TASK DESCRIPTION: Restate, word for word, the lines from the opening line of the data through the line containing "const pairs: [string, string[]][]", both included, and nothing else.

Items listed in a dataset
※

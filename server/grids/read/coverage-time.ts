import type { LayerTime } from '../grid-source'
import { dayMs } from './cf-calendar'

export interface Coverage {
  start: number
  /** null when the attributes give no end. */
  end: number | null
  /** False when the start is a date without a clock time. */
  hasClock: boolean
}

const pairs: [string, string[]][] = [
  ['time_coverage_start', ['time_coverage_end']],
  ['start_time', ['stop_time', 'end_time']],
  ['start_date', ['stop_date', 'end_date']],
  ['period_start_day', ['period_end_day']],
]

/** The period that file-wide attributes name, UTC. A date alone as its end means the whole of that day. */
export function coverageOf(attributes: Record<string, unknown>): Coverage | null {
  for (const [startName, endNames] of pairs) {
    const start = parseInstant(attributes[startName])
    if (!start) continue
    const end = endNames.map((name) => parseInstant(attributes[name])).find((instant) => instant !== null) ?? null
    const endMs = end === null ? null : end.ms + (end.hasClock ? 0 : dayMs)
    return { start: start.ms, end: endMs !== null && endMs > start.ms ? endMs : null, hasClock: start.hasClock }
  }
  return null
}

/** ISO 8601 in its long and compact forms; without an offset it is UTC. */
export function parseInstant(value: unknown): { ms: number; hasClock: boolean } | null {
  if (typeof value !== 'string' && typeof value !== 'number') return null
  const text = String(value).trim()
  const match =
    /^(\d{4})-?(\d{2})-?(\d{2})(?:[t ]?(\d{2}):?(\d{2})(?::?(\d{2}(?:\.\d*)?))?)?\s*(z|utc|gmt|[+-]\d{2}(?::?\d{2})?)?$/i.exec(
      text,
    )
  if (!match) return null
  const [year, month, day, hour, minute] = match.slice(1, 6).map((part) => Number(part ?? 0))
  const midnight = Date.UTC(year!, month! - 1, day)
  const date = new Date(midnight)
  if (date.getUTCMonth() !== month! - 1 || date.getUTCDate() !== day || hour! > 24 || minute! > 59) return null
  const zone = /^([+-])(\d{2}):?(\d{2})?$/.exec(match[7] ?? '')
  const offsetMinutes = zone ? (zone[1] === '-' ? -1 : 1) * (Number(zone[2]) * 60 + Number(zone[3] ?? 0)) : 0
  const ms = midnight + (hour! * 60 + minute! - offsetMinutes) * 60_000 + Math.round(Number(match[6] ?? 0) * 1000)
  return { ms, hasClock: match[4] !== undefined }
}

const shortestDayMs = 20 * 3_600_000
const longestDayMs = 36 * 3_600_000

/**
 * A period as a layer's time. Under 20 hours it is an observation with a clock time; about a day is that day's date
 * (the date of its middle, since daily files often begin shortly before or end shortly after midnight); longer
 * periods are composites.
 */
export function periodTime(start: number, end: number, at: number | null, from: string): LayerTime {
  const length = end - start
  const middle = start + length / 2
  if (length < shortestDayMs) {
    return { observedAt: Math.round(at ?? middle), endsAt: null, hasClock: true, from }
  }
  if (length <= longestDayMs) {
    return { observedAt: Math.floor(middle / dayMs) * dayMs, endsAt: end, hasClock: false, from }
  }
  return { observedAt: start, endsAt: end, hasClock: false, from }
}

※

RESPONSE TO THIS TASK:
filename server/grids/read/coverage-time.ts
import type { LayerTime } from '../grid-source'
import { dayMs } from './cf-calendar'

export interface Coverage {
  start: number
  /** null when the attributes give no end. */
  end: number | null
  /** False when the start is a date without a clock time. */
  hasClock: boolean
}

const pairs: [string, string[]][] = [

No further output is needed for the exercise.